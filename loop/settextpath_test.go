package loop

import (
	"strings"
	"testing"
)

func TestSetTextPath(t *testing.T) {
	sc := CanonicalScenario()
	if err := SetTextPath(&sc, "inner_loop.mode", "INNER_MODE_FIXED_POWER"); err != nil {
		t.Fatal(err)
	}
	if sc.InnerLoop.Mode != InnerModeFixedPower {
		t.Errorf("inner_loop.mode = %v, want INNER_MODE_FIXED_POWER", sc.InnerLoop.Mode)
	}
	if err := SetTextPath(&sc, "groups[0].profile", "EVA"); err != nil {
		t.Fatal(err)
	}
	if sc.Groups[0].Profile != "EVA" || sc.Groups[0].CustomTaps != nil {
		t.Errorf("profile %q with %d custom taps, want EVA and none", sc.Groups[0].Profile, len(sc.Groups[0].CustomTaps))
	}
	before := sc.InnerLoop.Mode
	for _, c := range []struct{ path, text, want string }{
		{"inner_loop.mode", "INNER_MODE_BOGUS", "inner_loop.mode"},
		{"inner_loop.step_db", "1", "takes a number"},
		{"inner_loop.nope", "x", "unknown field"},
		{"groups[3].profile", "EPA", "out of range"},
		{"", "x", "empty field path"},
	} {
		err := SetTextPath(&sc, c.path, c.text)
		if err == nil || !strings.Contains(err.Error(), c.want) {
			t.Errorf("SetTextPath(%q, %q) = %v, want an error containing %q", c.path, c.text, err, c.want)
		}
	}
	if sc.InnerLoop.Mode != before {
		t.Errorf("a rejected enum name changed inner_loop.mode to %v", sc.InnerLoop.Mode)
	}
}
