//go:build amd64 && !purego

#include "textflag.h"

// PAIRSUMS(re, im, lo, hi): one channel's products with the weights in
// Y0 and Y1 at node BX of its re and im rows, summed in pairs:
// lo = (r01, q01, r23, q23), hi = (r45, q45, r67, q67); Y2–Y5 are
// scratch. The one body of interpTapPowerAVX and interpPower2AVXAsm.
#define PAIRSUMS(re, im, lo, hi) \
	VMULPD  (re)(BX*8), Y0, Y2; \
	VMULPD  32(re)(BX*8), Y1, Y3; \
	VMULPD  (im)(BX*8), Y0, Y4; \
	VMULPD  32(im)(BX*8), Y1, Y5; \
	VHADDPD Y4, Y2, lo; \
	VHADDPD Y5, Y3, hi

// func interpTapPowerAVX(dst []float64, first bool, re, im []float64, idx, wrow []int32, wts *float64)
//
// For each i: r = Σ_j w[j]·re[idx[i]+j], q = Σ_j w[j]·im[idx[i]+j] with
// w = wts[wrow[i]:][:8], summed in the order of interpTapPower
// (((w0x0+w1x1)+(w2x2+w3x3))+((w4x4+w5x5)+(w6x6+w7x7))), then r·r+q·q is
// stored (first) or added to dst[i]: bit for bit the result of the Go code.
TEXT ·interpTapPowerAVX(SB), NOSPLIT, $0-136
	MOVQ    dst_base+0(FP), DI
	MOVQ    dst_len+8(FP), CX
	MOVBQZX first+24(FP), DX
	MOVQ    re_base+32(FP), SI
	MOVQ    im_base+56(FP), R8
	MOVQ    idx_base+80(FP), R9
	MOVQ    wrow_base+104(FP), R10
	MOVQ    wts+128(FP), R11
	XORQ    AX, AX
	TESTQ   CX, CX
	JEQ     done

loop:
	MOVLQSX      (R9)(AX*4), BX
	MOVLQSX      (R10)(AX*4), R12
	VMOVUPD      (R11)(R12*8), Y0
	VMOVUPD      32(R11)(R12*8), Y1
	PAIRSUMS(SI, R8, Y6, Y7)
	VEXTRACTF128 $1, Y6, X8
	VADDPD       X8, X6, X6         // (r0123, q0123)
	VEXTRACTF128 $1, Y7, X9
	VADDPD       X9, X7, X7         // (r4567, q4567)
	VADDPD       X7, X6, X6         // (r, q)
	VMULPD       X6, X6, X6         // (r², q²)
	VHADDPD      X6, X6, X6         // r² + q²
	TESTQ        DX, DX
	JNE          store
	VADDSD       (DI)(AX*8), X6, X6

store:
	VMOVSD X6, (DI)(AX*8)
	INCQ   AX
	CMPQ   AX, CX
	JLT    loop

done:
	VZEROUPPER
	RET

// func osc16AVX(dst []float64, first bool, c, a, b *float64)
//
// Sixteen cosine recursions x_{k+1} = c_n·x_k − x_{k−1} (current values
// a[0:16], previous b[0:16], coefficients c[0:16]); for each sample i, the
// four group sums g_j = (x_{4j}+x_{4j+1})+(x_{4j+2}+x_{4j+3}) are added to
// dst[i] in the order of four osc4 calls: ((((dst[i]) + g0) + g1) + g2) + g3,
// or g0 + g1 + g2 + g3 from g0 when first. len(dst) must be even. The same
// operations in the same order as the Go code, so the same bits.
TEXT ·osc16AVX(SB), NOSPLIT, $0-56
	MOVQ    dst_base+0(FP), DI
	MOVQ    dst_len+8(FP), CX
	MOVBQZX first+24(FP), DX
	MOVQ    c+32(FP), SI
	MOVQ    a+40(FP), R8
	MOVQ    b+48(FP), R9
	VMOVUPD (SI), Y12
	VMOVUPD 32(SI), Y13
	VMOVUPD 64(SI), Y14
	VMOVUPD 96(SI), Y15
	VMOVUPD (R8), Y0
	VMOVUPD 32(R8), Y1
	VMOVUPD 64(R8), Y2
	VMOVUPD 96(R8), Y3
	VMOVUPD (R9), Y4
	VMOVUPD 32(R9), Y5
	VMOVUPD 64(R9), Y6
	VMOVUPD 96(R9), Y7
	XORQ    AX, AX
	TESTQ   CX, CX
	JEQ     oscdone

oscloop:
	// sample AX: current values in Y0..Y3
	VHADDPD      Y1, Y0, Y8         // (x0+x1, x4+x5, x2+x3, x6+x7)
	VHADDPD      Y3, Y2, Y9
	VEXTRACTF128 $1, Y8, X10
	VADDPD       X10, X8, X8        // (g0, g1)
	VEXTRACTF128 $1, Y9, X11
	VADDPD       X11, X9, X9        // (g2, g3)
	TESTQ        DX, DX
	JNE          first0
	VADDSD       (DI)(AX*8), X8, X10
	JMP          sum0

first0:
	VMOVAPD X8, X10

sum0:
	VUNPCKHPD X8, X8, X11
	VADDSD    X11, X10, X10
	VADDSD    X9, X10, X10
	VUNPCKHPD X9, X9, X11
	VADDSD    X11, X10, X10
	VMOVSD    X10, (DI)(AX*8)
	VMULPD    Y0, Y12, Y8
	VSUBPD    Y4, Y8, Y4
	VMULPD    Y1, Y13, Y9
	VSUBPD    Y5, Y9, Y5
	VMULPD    Y2, Y14, Y10
	VSUBPD    Y6, Y10, Y6
	VMULPD    Y3, Y15, Y11
	VSUBPD    Y7, Y11, Y7
	INCQ      AX

	// sample AX: current values in Y4..Y7
	VHADDPD      Y5, Y4, Y8
	VHADDPD      Y7, Y6, Y9
	VEXTRACTF128 $1, Y8, X10
	VADDPD       X10, X8, X8
	VEXTRACTF128 $1, Y9, X11
	VADDPD       X11, X9, X9
	TESTQ        DX, DX
	JNE          first1
	VADDSD       (DI)(AX*8), X8, X10
	JMP          sum1

first1:
	VMOVAPD X8, X10

sum1:
	VUNPCKHPD X8, X8, X11
	VADDSD    X11, X10, X10
	VADDSD    X9, X10, X10
	VUNPCKHPD X9, X9, X11
	VADDSD    X11, X10, X10
	VMOVSD    X10, (DI)(AX*8)
	VMULPD    Y4, Y12, Y8
	VSUBPD    Y0, Y8, Y0
	VMULPD    Y5, Y13, Y9
	VSUBPD    Y1, Y9, Y1
	VMULPD    Y6, Y14, Y10
	VSUBPD    Y2, Y10, Y2
	VMULPD    Y7, Y15, Y11
	VSUBPD    Y3, Y11, Y3
	INCQ      AX
	CMPQ      AX, CX
	JLT       oscloop

oscdone:
	VZEROUPPER
	RET

// func interpPower3AVXAsm(dst []float64, first bool, re, im *float64, stride int, idx, wrow []int32, wts *float64)
//
// interpTapPowerAVX for three taps at once (tap t's row at re + t·stride
// bytes, likewise im): per sample, ((dst[i] + p_0) + p_1) + p_2, or
// (p_0 + p_1) + p_2 when first, each p_t computed as in interpTapPowerAVX.
TEXT ·interpPower3AVXAsm(SB), NOSPLIT, $0-112
	MOVQ    dst_base+0(FP), DI
	MOVQ    dst_len+8(FP), CX
	MOVBQZX first+24(FP), DX
	MOVQ    re+32(FP), SI
	MOVQ    im+40(FP), R8
	MOVQ    stride+48(FP), R13
	MOVQ    idx_base+56(FP), R9
	MOVQ    wrow_base+80(FP), R10
	MOVQ    wts+104(FP), R11
	XORQ    AX, AX
	TESTQ   CX, CX
	JEQ     done3

loop3:
	MOVLQSX (R10)(AX*4), R12
	VMOVUPD (R11)(R12*8), Y0
	VMOVUPD 32(R11)(R12*8), Y1
	MOVLQSX (R9)(AX*4), BX
	LEAQ    (SI)(BX*8), R12    // re row of tap 0 at the first node
	LEAQ    (R8)(BX*8), BX     // im row of tap 0 at the first node

	// tap 0 -> X10
	VMULPD       (R12), Y0, Y2
	VMULPD       32(R12), Y1, Y3
	VMULPD       (BX), Y0, Y4
	VMULPD       32(BX), Y1, Y5
	VHADDPD      Y4, Y2, Y6
	VHADDPD      Y5, Y3, Y7
	VEXTRACTF128 $1, Y6, X8
	VADDPD       X8, X6, X6
	VEXTRACTF128 $1, Y7, X9
	VADDPD       X9, X7, X7
	VADDPD       X7, X6, X6
	VMULPD       X6, X6, X6
	VHADDPD      X6, X6, X10

	// tap 1 -> X11
	VMULPD       (R12)(R13*1), Y0, Y2
	VMULPD       32(R12)(R13*1), Y1, Y3
	VMULPD       (BX)(R13*1), Y0, Y4
	VMULPD       32(BX)(R13*1), Y1, Y5
	VHADDPD      Y4, Y2, Y6
	VHADDPD      Y5, Y3, Y7
	VEXTRACTF128 $1, Y6, X8
	VADDPD       X8, X6, X6
	VEXTRACTF128 $1, Y7, X9
	VADDPD       X9, X7, X7
	VADDPD       X7, X6, X6
	VMULPD       X6, X6, X6
	VHADDPD      X6, X6, X11

	// tap 2 -> X12
	VMULPD       (R12)(R13*2), Y0, Y2
	VMULPD       32(R12)(R13*2), Y1, Y3
	VMULPD       (BX)(R13*2), Y0, Y4
	VMULPD       32(BX)(R13*2), Y1, Y5
	VHADDPD      Y4, Y2, Y6
	VHADDPD      Y5, Y3, Y7
	VEXTRACTF128 $1, Y6, X8
	VADDPD       X8, X6, X6
	VEXTRACTF128 $1, Y7, X9
	VADDPD       X9, X7, X7
	VADDPD       X7, X6, X6
	VMULPD       X6, X6, X6
	VHADDPD      X6, X6, X12

	TESTQ  DX, DX
	JNE    first3
	VADDSD (DI)(AX*8), X10, X10

first3:
	VADDSD X11, X10, X10
	VADDSD X12, X10, X10
	VMOVSD X10, (DI)(AX*8)
	INCQ   AX
	CMPQ   AX, CX
	JLT    loop3

done3:
	VZEROUPPER
	RET

// func interpPower2AVXAsm(dstA, dstB []float64, reA, imA, reB, imB *float64, idx, wrow *int32, wts *float64)
//
// interpTapPowerAVX (first) for two one-tap channels that share a plan
// (idx, wrow; len(dstA) samples, dstB as long): each sample's weights are
// loaded once and used for both; each channel's sums run the same
// operations in the same order as interpTapPowerAVX (the two halves of
// the 256-bit additions are the 128-bit additions of the one-channel
// kernel), so the same bits.
TEXT ·interpPower2AVXAsm(SB), NOSPLIT, $0-104
	MOVQ  dstA_base+0(FP), DI
	MOVQ  dstA_len+8(FP), CX
	MOVQ  dstB_base+24(FP), DX
	MOVQ  reA+48(FP), SI
	MOVQ  imA+56(FP), R8
	MOVQ  reB+64(FP), R13
	MOVQ  imB+72(FP), R14
	MOVQ  idx+80(FP), R9
	MOVQ  wrow+88(FP), R10
	MOVQ  wts+96(FP), R11
	XORQ  AX, AX
	TESTQ CX, CX
	JEQ   done2

loop2:
	MOVLQSX    (R9)(AX*4), BX
	MOVLQSX    (R10)(AX*4), R12
	VMOVUPD    (R11)(R12*8), Y0
	VMOVUPD    32(R11)(R12*8), Y1
	PAIRSUMS(SI, R8, Y6, Y7)    // A
	PAIRSUMS(R13, R14, Y8, Y9)  // B
	VPERM2F128 $0x20, Y8, Y6, Y10 // (A r01, q01, B r01, q01)
	VPERM2F128 $0x31, Y8, Y6, Y11 // (A r23, q23, B r23, q23)
	VADDPD     Y11, Y10, Y10      // (A r0123, q0123, B r0123, q0123)
	VPERM2F128 $0x20, Y9, Y7, Y12
	VPERM2F128 $0x31, Y9, Y7, Y13
	VADDPD     Y13, Y12, Y12      // (A r4567, q4567, B r4567, q4567)
	VADDPD     Y12, Y10, Y10      // (A r, q, B r, q)
	VMULPD     Y10, Y10, Y10
	VHADDPD    Y10, Y10, Y10      // (A r² + q², ., B r² + q², .)
	VMOVSD     X10, (DI)(AX*8)
	VEXTRACTF128 $1, Y10, X11
	VMOVSD     X11, (DX)(AX*8)
	INCQ       AX
	CMPQ       AX, CX
	JLT        loop2

done2:
	VZEROUPPER
	RET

· · · · ·

If a line in the entries contains the word "func", copy that line out.

* [Result for this exercise]
func TestSetTextPath(t *testing.T) {
// func interpTapPowerAVX(dst []float64, first bool, re, im []float64, idx, wrow []int32, wts *float64)
// func osc16AVX(dst []float64, first bool, c, a, b *float64)
// func interpPower3AVXAsm(dst []float64, first bool, re, im *float64, stride int, idx, wrow []int32, wts *float64)
// func interpPower2AVXAsm(dstA, dstB []float64, reA, imA, reB, imB *float64, idx, wrow *int32, wts *float64)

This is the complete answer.